(Saved entries)

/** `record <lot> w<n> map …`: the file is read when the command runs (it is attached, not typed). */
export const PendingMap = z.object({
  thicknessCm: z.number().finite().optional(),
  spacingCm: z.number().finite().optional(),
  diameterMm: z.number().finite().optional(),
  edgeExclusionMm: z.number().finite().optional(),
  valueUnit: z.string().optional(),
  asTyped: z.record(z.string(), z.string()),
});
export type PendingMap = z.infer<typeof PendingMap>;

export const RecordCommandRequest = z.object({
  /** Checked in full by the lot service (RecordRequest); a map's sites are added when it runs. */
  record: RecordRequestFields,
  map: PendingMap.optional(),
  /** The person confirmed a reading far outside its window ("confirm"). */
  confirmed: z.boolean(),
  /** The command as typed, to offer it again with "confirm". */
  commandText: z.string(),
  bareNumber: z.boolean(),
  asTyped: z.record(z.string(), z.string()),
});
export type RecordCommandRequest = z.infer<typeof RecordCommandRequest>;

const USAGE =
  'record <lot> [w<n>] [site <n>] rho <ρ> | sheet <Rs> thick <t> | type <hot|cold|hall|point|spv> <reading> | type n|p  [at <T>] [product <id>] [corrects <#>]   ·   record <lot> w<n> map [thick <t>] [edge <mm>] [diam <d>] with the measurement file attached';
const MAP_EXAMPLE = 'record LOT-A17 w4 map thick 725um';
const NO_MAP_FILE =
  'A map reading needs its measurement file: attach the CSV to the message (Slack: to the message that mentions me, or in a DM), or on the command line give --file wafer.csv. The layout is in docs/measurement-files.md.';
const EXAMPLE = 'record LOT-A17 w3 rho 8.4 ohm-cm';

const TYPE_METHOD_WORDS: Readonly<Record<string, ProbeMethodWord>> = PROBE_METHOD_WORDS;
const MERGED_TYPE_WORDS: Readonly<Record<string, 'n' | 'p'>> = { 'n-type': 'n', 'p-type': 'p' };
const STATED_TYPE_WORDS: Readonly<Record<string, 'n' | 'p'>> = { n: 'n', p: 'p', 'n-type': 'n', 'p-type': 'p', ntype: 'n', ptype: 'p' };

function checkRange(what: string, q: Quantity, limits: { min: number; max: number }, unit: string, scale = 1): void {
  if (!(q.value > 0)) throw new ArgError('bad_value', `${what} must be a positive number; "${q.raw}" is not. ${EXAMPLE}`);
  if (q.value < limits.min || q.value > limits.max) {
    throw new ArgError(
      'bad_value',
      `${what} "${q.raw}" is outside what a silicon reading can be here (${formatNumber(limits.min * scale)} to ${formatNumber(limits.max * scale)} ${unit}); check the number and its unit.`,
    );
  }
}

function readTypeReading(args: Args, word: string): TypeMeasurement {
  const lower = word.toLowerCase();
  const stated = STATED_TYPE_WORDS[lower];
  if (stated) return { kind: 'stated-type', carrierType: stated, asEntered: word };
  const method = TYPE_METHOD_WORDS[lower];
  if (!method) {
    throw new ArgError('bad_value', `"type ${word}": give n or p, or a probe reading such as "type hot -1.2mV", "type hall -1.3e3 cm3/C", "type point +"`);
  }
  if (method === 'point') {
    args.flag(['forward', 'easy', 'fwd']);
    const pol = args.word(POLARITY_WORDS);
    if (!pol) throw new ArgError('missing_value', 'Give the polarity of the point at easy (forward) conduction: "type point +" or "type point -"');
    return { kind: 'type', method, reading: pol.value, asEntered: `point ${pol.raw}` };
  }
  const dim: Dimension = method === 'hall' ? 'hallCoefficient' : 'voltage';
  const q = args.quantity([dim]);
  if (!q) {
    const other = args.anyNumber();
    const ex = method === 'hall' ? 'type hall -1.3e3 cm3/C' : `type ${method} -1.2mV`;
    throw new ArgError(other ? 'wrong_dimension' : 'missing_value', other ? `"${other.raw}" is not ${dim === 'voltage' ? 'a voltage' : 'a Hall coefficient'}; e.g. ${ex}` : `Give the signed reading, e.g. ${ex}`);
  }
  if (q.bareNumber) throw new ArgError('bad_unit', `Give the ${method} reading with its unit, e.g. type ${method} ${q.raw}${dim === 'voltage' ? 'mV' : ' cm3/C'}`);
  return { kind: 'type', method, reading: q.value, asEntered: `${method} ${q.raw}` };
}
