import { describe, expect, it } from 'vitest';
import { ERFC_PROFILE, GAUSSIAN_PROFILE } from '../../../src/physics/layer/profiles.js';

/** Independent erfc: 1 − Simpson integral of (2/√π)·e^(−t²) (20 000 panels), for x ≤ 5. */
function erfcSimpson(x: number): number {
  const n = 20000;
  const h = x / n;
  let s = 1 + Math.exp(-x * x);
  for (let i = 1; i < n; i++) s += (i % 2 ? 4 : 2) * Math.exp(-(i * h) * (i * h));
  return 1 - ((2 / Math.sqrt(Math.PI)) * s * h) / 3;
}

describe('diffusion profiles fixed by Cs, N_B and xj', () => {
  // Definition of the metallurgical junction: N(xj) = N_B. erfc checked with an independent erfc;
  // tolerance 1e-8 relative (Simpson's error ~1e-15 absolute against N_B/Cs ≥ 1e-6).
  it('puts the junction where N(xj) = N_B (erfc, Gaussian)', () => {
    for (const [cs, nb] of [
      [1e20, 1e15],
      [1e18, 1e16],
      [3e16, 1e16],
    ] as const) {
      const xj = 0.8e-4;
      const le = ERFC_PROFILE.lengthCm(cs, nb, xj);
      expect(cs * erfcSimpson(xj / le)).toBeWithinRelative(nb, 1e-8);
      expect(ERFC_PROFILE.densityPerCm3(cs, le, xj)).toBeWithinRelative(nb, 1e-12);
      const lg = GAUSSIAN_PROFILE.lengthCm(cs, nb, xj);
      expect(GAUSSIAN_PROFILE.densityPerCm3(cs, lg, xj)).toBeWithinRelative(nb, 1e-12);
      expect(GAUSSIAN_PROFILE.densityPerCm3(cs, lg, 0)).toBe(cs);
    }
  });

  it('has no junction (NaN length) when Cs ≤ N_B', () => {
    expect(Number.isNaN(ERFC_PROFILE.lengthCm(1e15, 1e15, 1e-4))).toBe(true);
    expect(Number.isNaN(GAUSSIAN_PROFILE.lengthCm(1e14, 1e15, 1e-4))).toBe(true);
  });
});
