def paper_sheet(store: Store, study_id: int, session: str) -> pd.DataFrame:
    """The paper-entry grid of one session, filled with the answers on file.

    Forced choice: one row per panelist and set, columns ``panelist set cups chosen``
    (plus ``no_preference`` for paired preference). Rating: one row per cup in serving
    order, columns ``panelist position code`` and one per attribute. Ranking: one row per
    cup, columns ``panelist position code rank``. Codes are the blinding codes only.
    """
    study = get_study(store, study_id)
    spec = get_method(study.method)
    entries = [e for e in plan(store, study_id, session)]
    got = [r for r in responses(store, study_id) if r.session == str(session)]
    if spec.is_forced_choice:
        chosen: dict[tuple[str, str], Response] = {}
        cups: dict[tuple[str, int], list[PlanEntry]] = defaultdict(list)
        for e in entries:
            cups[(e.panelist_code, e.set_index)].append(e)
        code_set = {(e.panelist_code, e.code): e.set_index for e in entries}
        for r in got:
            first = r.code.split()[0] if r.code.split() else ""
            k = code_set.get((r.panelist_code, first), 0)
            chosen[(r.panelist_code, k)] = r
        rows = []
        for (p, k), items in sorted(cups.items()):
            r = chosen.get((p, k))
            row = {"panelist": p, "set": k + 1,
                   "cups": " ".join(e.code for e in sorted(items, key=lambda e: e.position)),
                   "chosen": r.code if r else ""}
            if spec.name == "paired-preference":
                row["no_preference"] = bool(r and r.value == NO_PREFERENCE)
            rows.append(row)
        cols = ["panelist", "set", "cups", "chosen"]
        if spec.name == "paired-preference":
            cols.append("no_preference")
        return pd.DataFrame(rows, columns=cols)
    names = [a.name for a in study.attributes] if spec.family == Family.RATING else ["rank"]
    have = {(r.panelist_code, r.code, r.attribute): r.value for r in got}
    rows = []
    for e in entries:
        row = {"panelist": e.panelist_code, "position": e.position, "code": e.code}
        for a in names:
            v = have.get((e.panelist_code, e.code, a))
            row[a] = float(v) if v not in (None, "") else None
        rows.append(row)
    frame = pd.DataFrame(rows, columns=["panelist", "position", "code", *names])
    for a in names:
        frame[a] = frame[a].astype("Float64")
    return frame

Instructions to follow> Extract the lines above from the one containing "r.value == NO_PREFERENCE)" to the last line, both included, exactly as written.

Answer>
                row["no_preference"] = bool(r and r.value == NO_PREFERENCE)
            rows.append(row)
        cols = ["panelist", "set", "cups", "chosen"]
        if spec.name == "paired-preference":
            cols.append("no_preference")
        return pd.DataFrame(rows, columns=cols)
    names = [a.name for a in study.attributes] if spec.family == Family.RATING else ["rank"]
    have = {(r.panelist_code, r.code, r.attribute): r.value for r in got}
    rows = []
    for e in entries:
        row = {"panelist": e.panelist_code, "position": e.position, "code": e.code}
        for a in names:
            v = have.get((e.panelist_code, e.code, a))
            row[a] = float(v) if v not in (None, "") else None
        rows.append(row)
    frame = pd.DataFrame(rows, columns=["panelist", "position", "code", *names])
    for a in names:
        frame[a] = frame[a].astype("Float64")
    return frame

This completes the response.